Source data
=-=-=

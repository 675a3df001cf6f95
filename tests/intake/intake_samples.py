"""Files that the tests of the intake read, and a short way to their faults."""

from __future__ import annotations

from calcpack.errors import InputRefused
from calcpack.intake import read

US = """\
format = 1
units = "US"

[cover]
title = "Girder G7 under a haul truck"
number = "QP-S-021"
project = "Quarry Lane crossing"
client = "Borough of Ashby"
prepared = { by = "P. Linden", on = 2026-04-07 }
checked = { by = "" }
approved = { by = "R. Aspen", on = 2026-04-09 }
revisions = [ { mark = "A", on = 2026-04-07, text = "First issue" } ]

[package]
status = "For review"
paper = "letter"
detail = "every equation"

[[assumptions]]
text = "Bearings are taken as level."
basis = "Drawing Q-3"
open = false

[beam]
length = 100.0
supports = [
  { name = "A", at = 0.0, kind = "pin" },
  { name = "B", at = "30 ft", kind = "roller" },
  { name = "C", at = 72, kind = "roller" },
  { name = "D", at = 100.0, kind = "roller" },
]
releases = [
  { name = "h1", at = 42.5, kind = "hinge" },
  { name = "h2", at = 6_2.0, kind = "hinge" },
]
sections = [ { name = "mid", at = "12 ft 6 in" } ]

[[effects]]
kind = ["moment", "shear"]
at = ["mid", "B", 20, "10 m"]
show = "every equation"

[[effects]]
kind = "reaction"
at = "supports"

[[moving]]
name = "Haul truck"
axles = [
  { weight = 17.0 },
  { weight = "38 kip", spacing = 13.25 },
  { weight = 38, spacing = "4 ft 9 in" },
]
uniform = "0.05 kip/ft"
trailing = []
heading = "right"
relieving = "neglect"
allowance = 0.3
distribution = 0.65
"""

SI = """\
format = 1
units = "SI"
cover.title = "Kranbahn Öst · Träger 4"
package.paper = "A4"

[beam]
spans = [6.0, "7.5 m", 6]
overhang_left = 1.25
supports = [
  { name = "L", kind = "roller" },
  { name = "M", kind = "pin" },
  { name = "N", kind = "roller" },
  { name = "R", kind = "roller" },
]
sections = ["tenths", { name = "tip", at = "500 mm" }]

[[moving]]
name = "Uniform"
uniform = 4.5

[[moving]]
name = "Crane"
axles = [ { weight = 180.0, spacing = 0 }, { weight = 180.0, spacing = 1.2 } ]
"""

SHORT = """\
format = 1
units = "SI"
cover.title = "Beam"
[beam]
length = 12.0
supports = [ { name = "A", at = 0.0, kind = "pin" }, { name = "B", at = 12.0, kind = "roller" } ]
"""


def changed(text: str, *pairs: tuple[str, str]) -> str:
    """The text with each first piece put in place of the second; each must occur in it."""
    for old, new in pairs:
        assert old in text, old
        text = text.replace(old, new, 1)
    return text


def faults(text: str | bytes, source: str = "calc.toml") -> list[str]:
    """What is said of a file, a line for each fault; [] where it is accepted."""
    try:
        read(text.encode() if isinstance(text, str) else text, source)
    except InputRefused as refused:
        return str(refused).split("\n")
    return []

=-=-=

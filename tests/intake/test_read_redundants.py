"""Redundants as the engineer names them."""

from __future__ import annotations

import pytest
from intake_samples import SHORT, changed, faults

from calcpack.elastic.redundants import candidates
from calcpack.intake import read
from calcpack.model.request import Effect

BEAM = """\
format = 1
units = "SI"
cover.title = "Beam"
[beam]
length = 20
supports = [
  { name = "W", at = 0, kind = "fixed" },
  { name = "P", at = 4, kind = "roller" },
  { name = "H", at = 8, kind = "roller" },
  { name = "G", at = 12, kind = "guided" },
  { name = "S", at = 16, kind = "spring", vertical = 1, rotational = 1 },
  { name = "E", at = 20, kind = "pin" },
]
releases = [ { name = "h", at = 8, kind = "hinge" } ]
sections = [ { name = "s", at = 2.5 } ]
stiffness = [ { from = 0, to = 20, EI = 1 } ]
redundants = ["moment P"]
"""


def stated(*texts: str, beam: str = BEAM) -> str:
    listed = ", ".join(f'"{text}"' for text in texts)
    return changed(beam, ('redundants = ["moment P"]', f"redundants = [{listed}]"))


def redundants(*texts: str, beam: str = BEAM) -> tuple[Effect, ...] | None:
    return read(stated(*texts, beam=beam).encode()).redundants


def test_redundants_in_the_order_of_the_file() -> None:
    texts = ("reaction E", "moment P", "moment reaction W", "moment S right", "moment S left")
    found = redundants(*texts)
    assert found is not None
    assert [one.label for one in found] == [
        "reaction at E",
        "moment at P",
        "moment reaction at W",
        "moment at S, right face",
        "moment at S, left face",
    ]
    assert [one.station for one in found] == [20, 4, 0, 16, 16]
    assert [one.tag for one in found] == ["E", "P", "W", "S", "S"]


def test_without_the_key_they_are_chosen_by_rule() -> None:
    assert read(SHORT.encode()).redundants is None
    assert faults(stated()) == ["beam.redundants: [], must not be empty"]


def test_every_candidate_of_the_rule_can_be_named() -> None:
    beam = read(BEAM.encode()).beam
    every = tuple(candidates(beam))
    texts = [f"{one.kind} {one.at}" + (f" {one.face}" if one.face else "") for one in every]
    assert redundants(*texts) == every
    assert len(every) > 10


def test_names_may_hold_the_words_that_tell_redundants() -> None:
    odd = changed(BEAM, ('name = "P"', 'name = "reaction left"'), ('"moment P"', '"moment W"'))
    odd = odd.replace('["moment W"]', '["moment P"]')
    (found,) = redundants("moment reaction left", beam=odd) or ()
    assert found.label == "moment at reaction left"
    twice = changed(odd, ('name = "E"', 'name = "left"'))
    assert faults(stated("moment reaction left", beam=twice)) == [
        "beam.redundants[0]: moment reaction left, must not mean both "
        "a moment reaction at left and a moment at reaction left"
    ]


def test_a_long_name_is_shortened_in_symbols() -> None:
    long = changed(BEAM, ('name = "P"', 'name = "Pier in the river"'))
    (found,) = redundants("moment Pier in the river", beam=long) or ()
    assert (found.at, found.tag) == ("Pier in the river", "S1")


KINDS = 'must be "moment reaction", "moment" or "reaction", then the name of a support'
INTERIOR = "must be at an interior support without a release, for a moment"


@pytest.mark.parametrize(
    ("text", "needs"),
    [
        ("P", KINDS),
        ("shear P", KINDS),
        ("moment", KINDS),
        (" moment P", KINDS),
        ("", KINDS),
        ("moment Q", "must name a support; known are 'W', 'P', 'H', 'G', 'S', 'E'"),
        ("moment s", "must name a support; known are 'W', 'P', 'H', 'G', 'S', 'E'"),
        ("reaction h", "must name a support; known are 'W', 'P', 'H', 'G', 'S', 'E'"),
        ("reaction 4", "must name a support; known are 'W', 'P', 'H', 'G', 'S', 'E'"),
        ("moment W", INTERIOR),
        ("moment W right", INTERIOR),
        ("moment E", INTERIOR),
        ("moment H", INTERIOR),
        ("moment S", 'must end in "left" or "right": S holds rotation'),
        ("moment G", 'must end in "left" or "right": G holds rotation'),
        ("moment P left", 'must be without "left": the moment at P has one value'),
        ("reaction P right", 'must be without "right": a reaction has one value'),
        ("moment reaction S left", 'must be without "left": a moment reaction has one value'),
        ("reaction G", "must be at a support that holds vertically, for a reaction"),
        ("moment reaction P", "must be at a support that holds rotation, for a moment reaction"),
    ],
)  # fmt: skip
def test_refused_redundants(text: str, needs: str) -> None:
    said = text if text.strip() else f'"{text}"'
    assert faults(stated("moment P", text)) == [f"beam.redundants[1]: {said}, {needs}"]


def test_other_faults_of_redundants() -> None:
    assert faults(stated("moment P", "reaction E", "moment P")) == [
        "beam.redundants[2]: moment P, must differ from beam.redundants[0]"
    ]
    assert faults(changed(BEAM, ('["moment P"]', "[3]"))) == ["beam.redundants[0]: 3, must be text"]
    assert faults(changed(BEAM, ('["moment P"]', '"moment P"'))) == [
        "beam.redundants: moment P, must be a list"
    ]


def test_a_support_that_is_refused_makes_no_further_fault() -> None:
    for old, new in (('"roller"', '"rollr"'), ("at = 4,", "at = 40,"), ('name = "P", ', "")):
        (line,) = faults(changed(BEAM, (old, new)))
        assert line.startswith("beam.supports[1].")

=-=-=

## Task details
Where a line above holds the word "stated", copy it.

## Task result
def stated(*texts: str, beam: str = BEAM) -> str:
    return read(stated(*texts, beam=beam).encode()).redundants
    assert faults(stated()) == ["beam.redundants: [], must not be empty"]
    assert faults(stated("moment reaction left", beam=twice)) == [
    assert faults(stated("moment P", text)) == [f"beam.redundants[1]: {said}, {needs}"]
    assert faults(stated("moment P", "reaction E", "moment P")) == [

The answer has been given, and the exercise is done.